Exercise data:
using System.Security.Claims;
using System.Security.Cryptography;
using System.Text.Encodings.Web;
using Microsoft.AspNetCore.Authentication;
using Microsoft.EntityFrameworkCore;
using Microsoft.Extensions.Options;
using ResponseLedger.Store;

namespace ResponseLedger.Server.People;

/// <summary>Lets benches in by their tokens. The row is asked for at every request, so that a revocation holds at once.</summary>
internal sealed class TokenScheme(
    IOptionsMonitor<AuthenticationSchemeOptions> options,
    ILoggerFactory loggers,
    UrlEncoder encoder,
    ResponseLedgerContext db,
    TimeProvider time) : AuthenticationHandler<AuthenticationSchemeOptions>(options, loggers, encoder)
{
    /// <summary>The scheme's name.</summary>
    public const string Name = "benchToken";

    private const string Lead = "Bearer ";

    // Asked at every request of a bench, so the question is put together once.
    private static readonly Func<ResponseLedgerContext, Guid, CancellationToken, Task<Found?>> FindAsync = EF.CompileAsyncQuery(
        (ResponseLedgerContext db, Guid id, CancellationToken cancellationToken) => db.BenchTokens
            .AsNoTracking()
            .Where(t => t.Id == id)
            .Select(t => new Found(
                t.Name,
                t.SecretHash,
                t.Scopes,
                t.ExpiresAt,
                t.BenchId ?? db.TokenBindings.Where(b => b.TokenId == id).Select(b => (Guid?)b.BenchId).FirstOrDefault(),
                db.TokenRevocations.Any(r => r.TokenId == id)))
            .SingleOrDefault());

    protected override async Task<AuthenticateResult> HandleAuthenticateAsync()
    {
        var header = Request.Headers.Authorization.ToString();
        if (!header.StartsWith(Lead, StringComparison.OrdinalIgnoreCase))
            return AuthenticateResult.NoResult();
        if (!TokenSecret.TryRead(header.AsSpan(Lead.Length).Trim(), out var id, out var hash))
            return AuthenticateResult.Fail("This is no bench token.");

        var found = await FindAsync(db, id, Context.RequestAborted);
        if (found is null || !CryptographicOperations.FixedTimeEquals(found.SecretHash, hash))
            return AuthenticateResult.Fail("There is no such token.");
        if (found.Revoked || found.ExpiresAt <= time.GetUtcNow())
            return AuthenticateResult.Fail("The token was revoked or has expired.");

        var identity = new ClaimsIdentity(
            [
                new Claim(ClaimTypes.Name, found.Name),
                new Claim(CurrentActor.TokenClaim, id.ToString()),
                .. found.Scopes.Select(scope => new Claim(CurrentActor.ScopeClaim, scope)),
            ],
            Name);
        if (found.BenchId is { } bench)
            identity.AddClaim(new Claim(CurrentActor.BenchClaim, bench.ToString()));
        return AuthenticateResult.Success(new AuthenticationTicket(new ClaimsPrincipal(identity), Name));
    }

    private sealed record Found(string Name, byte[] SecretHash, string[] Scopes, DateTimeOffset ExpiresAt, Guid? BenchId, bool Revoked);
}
---
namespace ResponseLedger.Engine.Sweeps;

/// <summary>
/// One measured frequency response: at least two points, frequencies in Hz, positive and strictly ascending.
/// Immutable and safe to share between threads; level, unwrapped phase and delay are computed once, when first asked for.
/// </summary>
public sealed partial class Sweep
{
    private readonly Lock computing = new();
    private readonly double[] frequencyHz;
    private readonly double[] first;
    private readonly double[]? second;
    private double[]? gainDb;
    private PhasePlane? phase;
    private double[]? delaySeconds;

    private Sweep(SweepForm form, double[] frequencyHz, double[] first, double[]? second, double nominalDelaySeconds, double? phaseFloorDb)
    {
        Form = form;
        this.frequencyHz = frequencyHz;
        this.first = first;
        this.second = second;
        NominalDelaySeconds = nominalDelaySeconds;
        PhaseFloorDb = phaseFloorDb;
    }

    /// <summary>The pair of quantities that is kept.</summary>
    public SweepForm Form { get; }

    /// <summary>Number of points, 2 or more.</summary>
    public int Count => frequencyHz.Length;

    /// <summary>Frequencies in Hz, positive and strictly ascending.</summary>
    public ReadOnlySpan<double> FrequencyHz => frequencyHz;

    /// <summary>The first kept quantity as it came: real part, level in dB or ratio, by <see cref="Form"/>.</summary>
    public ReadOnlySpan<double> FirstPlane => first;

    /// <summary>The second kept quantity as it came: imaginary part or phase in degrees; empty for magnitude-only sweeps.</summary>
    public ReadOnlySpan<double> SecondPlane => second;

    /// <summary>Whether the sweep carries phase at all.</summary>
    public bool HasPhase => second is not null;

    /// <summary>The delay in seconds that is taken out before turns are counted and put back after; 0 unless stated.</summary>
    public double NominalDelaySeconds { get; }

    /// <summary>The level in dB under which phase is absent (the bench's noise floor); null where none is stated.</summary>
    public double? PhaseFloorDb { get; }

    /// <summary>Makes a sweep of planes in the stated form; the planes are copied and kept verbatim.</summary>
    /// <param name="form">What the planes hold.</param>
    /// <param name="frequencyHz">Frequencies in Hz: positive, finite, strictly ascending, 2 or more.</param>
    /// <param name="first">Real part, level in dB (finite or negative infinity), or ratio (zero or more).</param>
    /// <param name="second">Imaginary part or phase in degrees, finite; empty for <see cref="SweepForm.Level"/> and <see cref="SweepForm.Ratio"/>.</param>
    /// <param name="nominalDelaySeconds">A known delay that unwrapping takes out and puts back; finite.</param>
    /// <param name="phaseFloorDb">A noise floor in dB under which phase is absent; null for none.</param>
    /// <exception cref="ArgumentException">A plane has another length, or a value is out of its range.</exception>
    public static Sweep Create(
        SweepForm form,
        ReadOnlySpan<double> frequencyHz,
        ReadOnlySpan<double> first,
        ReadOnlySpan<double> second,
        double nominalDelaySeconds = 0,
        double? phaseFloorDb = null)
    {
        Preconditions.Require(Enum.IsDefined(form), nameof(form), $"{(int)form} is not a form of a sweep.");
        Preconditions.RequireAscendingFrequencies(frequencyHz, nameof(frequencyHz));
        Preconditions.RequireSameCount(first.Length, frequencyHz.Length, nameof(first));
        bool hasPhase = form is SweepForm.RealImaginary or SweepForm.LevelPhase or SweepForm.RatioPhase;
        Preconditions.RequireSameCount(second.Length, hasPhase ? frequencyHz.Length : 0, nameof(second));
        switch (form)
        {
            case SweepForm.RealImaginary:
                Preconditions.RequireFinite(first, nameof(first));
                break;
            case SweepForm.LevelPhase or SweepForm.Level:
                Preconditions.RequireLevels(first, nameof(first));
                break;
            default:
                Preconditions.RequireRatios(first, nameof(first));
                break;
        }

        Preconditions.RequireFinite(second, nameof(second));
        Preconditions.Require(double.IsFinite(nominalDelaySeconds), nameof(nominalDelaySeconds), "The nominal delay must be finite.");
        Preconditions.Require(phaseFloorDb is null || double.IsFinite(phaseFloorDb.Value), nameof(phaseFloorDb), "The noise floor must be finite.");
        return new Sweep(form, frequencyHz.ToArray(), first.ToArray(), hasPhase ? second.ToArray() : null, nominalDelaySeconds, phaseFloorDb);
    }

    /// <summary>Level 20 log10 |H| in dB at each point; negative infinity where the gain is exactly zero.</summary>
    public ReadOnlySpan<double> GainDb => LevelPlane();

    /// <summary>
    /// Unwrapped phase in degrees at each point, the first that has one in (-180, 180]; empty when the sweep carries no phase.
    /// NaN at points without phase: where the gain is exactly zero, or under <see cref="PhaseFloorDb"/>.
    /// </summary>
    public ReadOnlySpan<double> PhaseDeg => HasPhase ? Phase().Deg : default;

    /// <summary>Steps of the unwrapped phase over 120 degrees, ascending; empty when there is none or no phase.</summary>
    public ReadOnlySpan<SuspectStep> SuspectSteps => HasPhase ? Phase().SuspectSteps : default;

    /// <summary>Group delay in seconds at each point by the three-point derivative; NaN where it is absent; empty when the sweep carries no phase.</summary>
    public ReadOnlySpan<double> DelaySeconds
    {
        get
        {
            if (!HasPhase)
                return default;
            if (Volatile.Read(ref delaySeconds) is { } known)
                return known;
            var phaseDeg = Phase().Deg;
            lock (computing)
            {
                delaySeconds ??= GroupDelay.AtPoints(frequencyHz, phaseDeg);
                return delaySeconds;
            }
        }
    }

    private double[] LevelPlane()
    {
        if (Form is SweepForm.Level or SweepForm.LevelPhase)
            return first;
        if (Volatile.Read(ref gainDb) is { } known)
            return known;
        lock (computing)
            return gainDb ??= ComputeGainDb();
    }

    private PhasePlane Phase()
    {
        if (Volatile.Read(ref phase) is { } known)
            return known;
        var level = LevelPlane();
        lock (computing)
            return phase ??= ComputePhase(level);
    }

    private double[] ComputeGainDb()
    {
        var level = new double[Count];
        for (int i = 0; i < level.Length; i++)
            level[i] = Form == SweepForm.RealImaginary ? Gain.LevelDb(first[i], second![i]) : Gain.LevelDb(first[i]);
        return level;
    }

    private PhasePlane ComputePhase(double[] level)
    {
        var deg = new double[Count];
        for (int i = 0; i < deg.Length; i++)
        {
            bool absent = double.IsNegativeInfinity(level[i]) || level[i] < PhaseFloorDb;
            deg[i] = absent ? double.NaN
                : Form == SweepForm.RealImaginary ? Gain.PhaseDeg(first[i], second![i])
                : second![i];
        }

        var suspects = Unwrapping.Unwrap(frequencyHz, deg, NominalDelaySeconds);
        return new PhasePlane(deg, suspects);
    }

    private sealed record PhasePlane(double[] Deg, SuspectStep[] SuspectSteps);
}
...
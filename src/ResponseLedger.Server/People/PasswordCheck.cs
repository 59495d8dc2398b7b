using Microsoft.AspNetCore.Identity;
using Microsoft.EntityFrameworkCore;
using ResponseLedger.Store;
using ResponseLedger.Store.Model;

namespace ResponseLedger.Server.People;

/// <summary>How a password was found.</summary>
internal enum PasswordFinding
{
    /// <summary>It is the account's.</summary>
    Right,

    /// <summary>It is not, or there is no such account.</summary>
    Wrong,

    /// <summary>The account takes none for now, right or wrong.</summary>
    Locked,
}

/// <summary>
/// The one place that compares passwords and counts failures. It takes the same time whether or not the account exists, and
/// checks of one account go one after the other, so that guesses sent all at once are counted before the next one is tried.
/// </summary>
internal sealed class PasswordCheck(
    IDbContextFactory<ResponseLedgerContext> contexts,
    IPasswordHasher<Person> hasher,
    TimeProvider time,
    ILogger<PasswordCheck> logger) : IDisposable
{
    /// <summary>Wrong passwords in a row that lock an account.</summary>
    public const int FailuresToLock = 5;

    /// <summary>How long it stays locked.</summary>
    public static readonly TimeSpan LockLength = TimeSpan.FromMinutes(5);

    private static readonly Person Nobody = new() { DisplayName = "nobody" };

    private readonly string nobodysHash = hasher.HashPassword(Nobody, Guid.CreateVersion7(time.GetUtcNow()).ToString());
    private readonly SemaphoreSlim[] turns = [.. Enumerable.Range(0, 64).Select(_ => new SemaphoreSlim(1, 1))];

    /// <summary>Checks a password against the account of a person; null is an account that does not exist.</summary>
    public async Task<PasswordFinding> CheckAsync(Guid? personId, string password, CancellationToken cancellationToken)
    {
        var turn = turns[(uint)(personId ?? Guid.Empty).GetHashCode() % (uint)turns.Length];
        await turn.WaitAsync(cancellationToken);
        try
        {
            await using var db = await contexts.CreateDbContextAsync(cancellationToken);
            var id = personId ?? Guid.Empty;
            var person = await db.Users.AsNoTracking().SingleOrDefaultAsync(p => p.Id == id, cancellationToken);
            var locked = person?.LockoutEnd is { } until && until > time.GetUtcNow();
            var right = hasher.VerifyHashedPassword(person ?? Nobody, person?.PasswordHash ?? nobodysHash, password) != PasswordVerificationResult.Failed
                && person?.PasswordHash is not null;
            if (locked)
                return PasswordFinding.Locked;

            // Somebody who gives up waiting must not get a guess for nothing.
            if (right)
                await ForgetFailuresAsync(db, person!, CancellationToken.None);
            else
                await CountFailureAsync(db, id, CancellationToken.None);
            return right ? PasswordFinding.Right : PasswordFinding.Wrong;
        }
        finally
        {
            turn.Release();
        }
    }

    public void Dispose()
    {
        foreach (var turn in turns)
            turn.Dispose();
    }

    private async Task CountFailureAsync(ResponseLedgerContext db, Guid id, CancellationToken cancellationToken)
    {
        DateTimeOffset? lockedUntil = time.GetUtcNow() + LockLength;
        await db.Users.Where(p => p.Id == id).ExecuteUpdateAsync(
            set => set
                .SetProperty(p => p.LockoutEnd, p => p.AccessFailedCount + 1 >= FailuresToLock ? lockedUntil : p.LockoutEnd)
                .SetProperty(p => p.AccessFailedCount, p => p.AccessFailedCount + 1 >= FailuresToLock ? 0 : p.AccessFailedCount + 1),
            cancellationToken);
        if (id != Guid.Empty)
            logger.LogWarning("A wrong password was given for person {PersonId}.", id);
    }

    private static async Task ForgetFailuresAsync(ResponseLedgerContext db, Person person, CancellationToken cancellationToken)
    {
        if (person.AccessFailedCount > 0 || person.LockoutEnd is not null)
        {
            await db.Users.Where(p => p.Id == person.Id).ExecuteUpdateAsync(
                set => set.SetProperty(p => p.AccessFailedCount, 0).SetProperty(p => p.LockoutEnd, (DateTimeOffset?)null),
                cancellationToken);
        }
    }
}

Problem statement: Copy out each line of the data above, exactly, if it lies between the line holding "using System.Security.Claims;" and the line holding "is no bench", inclusive; copy no other line.

Result:
using System.Security.Claims;
using System.Security.Cryptography;
using System.Text.Encodings.Web;
using Microsoft.AspNetCore.Authentication;
using Microsoft.EntityFrameworkCore;
using Microsoft.Extensions.Options;
using ResponseLedger.Store;

namespace ResponseLedger.Server.People;

/// <summary>Lets benches in by their tokens. The row is asked for at every request, so that a revocation holds at once.</summary>
internal sealed class TokenScheme(
    IOptionsMonitor<AuthenticationSchemeOptions> options,
    ILoggerFactory loggers,
    UrlEncoder encoder,
    ResponseLedgerContext db,
    TimeProvider time) : AuthenticationHandler<AuthenticationSchemeOptions>(options, loggers, encoder)
{
    /// <summary>The scheme's name.</summary>
    public const string Name = "benchToken";

    private const string Lead = "Bearer ";

    // Asked at every request of a bench, so the question is put together once.
    private static readonly Func<ResponseLedgerContext, Guid, CancellationToken, Task<Found?>> FindAsync = EF.CompileAsyncQuery(
        (ResponseLedgerContext db, Guid id, CancellationToken cancellationToken) => db.BenchTokens
            .AsNoTracking()
            .Where(t => t.Id == id)
            .Select(t => new Found(
                t.Name,
                t.SecretHash,
                t.Scopes,
                t.ExpiresAt,
                t.BenchId ?? db.TokenBindings.Where(b => b.TokenId == id).Select(b => (Guid?)b.BenchId).FirstOrDefault(),
                db.TokenRevocations.Any(r => r.TokenId == id)))
            .SingleOrDefault());

    protected override async Task<AuthenticateResult> HandleAuthenticateAsync()
    {
        var header = Request.Headers.Authorization.ToString();
        if (!header.StartsWith(Lead, StringComparison.OrdinalIgnoreCase))
            return AuthenticateResult.NoResult();
        if (!TokenSecret.TryRead(header.AsSpan(Lead.Length).Trim(), out var id, out var hash))
            return AuthenticateResult.Fail("This is no bench token.");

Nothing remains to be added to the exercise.